My sister weighs around 8 stone and her 13hh sec C carries her easily. I'm just over nine stone and ride her occasionally and although I feel a little tall on her she has no problems with my weight. I think she's a little stockier than yours though - she's the black mare in my sig.


----------



## teapot (18 December 2007)

My share pony was a 13.2 welsh c and he had no problems carrying me and I was about 9 and a half stone at the time.

It's not about weight 100% of the time as a heavier rider will carry themselves a lot lighter than a beginner who's like a sack of potatoes


----------



## kerilli (18 December 2007)

umm, when you say "he had no problems carrying me", of course he didn't appear to... he probably wouldn't have staggered around unless you put 25 stone on him! not really trying to have a go or be horrible, honestly, but a 9 1/2 stone rider + riding kit + tack = a total load of about 11 stone, which i think is a lot for a 13.2 pony, unless it is built like a brick privy, which this one isn't! yes, of course an experienced rider will ride lighter than a beginner who is like a sack of spuds, but that wasn't the question nijinsky asked.


----------



## noggin667 (18 December 2007)

Kerrilli, I know it wasn't the question nijinsky asked, but it is something that can affect it. The point teapot was trying to convey was an answer to nijinsky's first question "Anybody have any ideas how much rider weight a 13.2 Welsh C pony can comfortably carry?" She was merely attempting to answer that one (that the way it reads). So as an answer to the question, you could indirectly link that an experienced rider will ride lighter than a beginner who is a sack of spuds, therefore becoming apart of a suitable answer to that question.

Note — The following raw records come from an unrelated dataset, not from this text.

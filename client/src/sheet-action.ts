import { LitElement, css, html } from 'lit';
import type { Model } from '../../shared-types/model.js';
import { sheetUrl, unsavedSheet } from './sheet-api.js';

/** How long a Blob URL of an unsaved model's sheet stays valid, ms: the new tab has loaded it by then. */
const BLOB_LIFETIME = 60_000;

/**
 * The "Calculation sheet" action for the model on screen: a saved revision without unsaved changes
 * opens the sheet's address in a new tab; anything else (new, imported, edited) is posted to
 * POST /api/sheet and the answered HTML opened from a Blob URL. The tab is opened at the click
 * (a later window.open would be taken for a pop-up) and pointed at the sheet when it is ready.
 */
export class SnSheetAction extends LitElement {
  static override styles = css`
    :host { display: inline-block; }
    button { font: inherit; font-size: 13px; padding: 3px 10px; border-radius: 3px; border: 1px solid #c8c4bb; background: #fff; cursor: pointer; }
    .error { color: #8c1d18; font-size: 12px; margin-left: 6px; }
  `;

  static override properties = {
    modelId: { type: String },
    revision: { type: Number },
    dirty: { type: Boolean },
    model: { attribute: false },
    error: { state: true },
  };

  /** The library id, '' for a model not in the library. */
  declare modelId: string;
  /** The revision on screen. */
  declare revision: number;
  /** Unsaved changes on screen. */
  declare dirty: boolean;
  declare model: Model | null;
  declare private error: string;

  constructor() {
    super();
    this.modelId = '';
    this.revision = 0;
    this.dirty = false;
    this.model = null;
    this.error = '';
  }

  override render() {
    const saved = this.modelId !== '' && this.revision > 0 && !this.dirty;
    return html`<button data-action="sheet" title=${saved ? `The calculation sheet of revision ${this.revision}` : 'The calculation sheet of the model on screen (not saved)'}
      @click=${this.onClick}>Calculation sheet</button>${this.error ? html`<span class="error" role="status">${this.error}</span>` : ''}`;
  }

  private async onClick(): Promise<void> {
    this.error = '';
    if (this.modelId !== '' && this.revision > 0 && !this.dirty) {
      window.open(sheetUrl(this.modelId, this.revision), '_blank', 'noopener');
      return;
    }
    if (!this.model) return;
    const tab = window.open('', '_blank');
    try {
      const text = await unsavedSheet(this.model);
      const url = URL.createObjectURL(new Blob([text], { type: 'text/html;charset=utf-8' }));
      setTimeout(() => URL.revokeObjectURL(url), BLOB_LIFETIME);
      if (tab) tab.location.href = url;
      else window.location.assign(url);
    } catch (e) {
      tab?.close();
      this.error = `No sheet: ${e instanceof Error ? e.message : String(e)}`;
    }
  }
}

customElements.define('sn-sheet-action', SnSheetAction);

declare global {
  interface HTMLElementTagNameMap {
    'sn-sheet-action': SnSheetAction;
  }
}
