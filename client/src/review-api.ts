/**
 * The review's routes for the client: a state change of a revision, and the
 * address of a model's live event stream. The stored revision (with its
 * `review`) and the session (with its `identity`) come from api.ts and are read
 * with review-types.ts. Errors are api.ts's `ApiError`, as everywhere.
 */
import type { ErrorBody } from '../../shared-types/errors.js';
import { ApiError, isAbort, requestInit } from './api.js';
import { type Review, readReview } from './review-types.js';
import type { ReviewAction } from './review-rules.js';

const enc = encodeURIComponent;

/** `POST /api/models/{id}/revisions/{rev}/review`: the new state and history (null fields on an odd answer). */
export async function postReview(id: string, revision: number, state: ReviewAction, note: string): Promise<Review | null> {
  let res: Response;
  try {
    res = await fetch(`/api/models/${enc(id)}/revisions/${revision}/review`, requestInit('POST', { state, note }));
  } catch (e) {
    if (isAbort(e)) throw e;
    throw new ApiError(0, 'SN_NETWORK', 'The server cannot be reached.');
  }
  let data: unknown = undefined;
  try {
    data = JSON.parse(await res.text());
  } catch {
    data = undefined;
  }
  if (!res.ok) {
    const err = (data as Partial<ErrorBody> | undefined)?.error;
    throw new ApiError(res.status, err?.code ?? `HTTP_${res.status}`, err?.message ?? `${res.status} ${res.statusText}`, err?.issues ?? []);
  }
  return readReview(data);
}

/** `GET /api/models/{id}/events`: the model's live stream (for an EventSource; the session cookie authenticates it). */
export function eventsUrl(id: string): string {
  return `/api/models/${enc(id)}/events`;
}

Nijinsky lovely ponies btw and i think that all the answers given, give the weight range that we would put on our 13.3hh welsh C too

(I work with welshes, but wanted to reply on this post as i thought teapot had a good point, normally I just lurk lol)


----------



## kerilli (18 December 2007)

fair enough, but weight is weight, irrespective of the talent of the rider. for e.g. WFP would ride lighter than a 10 stone beginner, but i still wouldn't put either of them on a 13.2 pony unless it was built like a brick privy!


----------



## Honeypots (18 December 2007)

Well my 11 yr old daughter weighs 8 and a half stone and rides her friends Sec C easily.  As always it depends as much on the ability of the rider as anything...


----------



## teapot (18 December 2007)

I rode him under the guidance of my two instructors who said that I would be fine on anything from 13hh upwards, especially a native breed.

They don't get the credit they deserve as being weight carriers IMHO


----------



## Christmas_Kate (18 December 2007)

Most of these natives don't get cerdit for what they can carry. These animals carried heavy weights across the mountains, not light riders with light saddles... the carried dead animals, heavy farmers....


----------



## kerilli (18 December 2007)

yes, Kate, they carried heavy weights, at walk, for long periods. very big difference, imho, to carrying weight at higher speeds and over jumps, which is what most horses and ponies do now.


----------



## parsley (18 December 2007)

The section C I owned weighed 400kg summer and winter, although he was a bit stalliony and well muscled.  TBH I used to get on him when he was being too much of a handful for my child and I am quite weighty, although I didn't sit down properly in the saddle.  I don't know how accurate the following is (and I am sure someone will say if they disagree with it)...

"Measurement Test
1.  Add up the total weight of the horse, rider and tack. (

2.  Measure the circumference of the cannon bone midway between the knee and fetlock.

3.  Divide this total weight by the circumference.

3.  Divide the result by two. 

Values near 75 are great, below 75, even better. Values from 75/80 are acceptable. Values over 80 indicate weaker legs and a need to train carefully, especially downhill. Values over 85 suggest you need a horse with more substance."


OR  ....."Most commercial stables base their rider weight restrictions on the idea that an average horse can safely carry up to 20% of its own weight" (which would tie in with your divide by 5 rule)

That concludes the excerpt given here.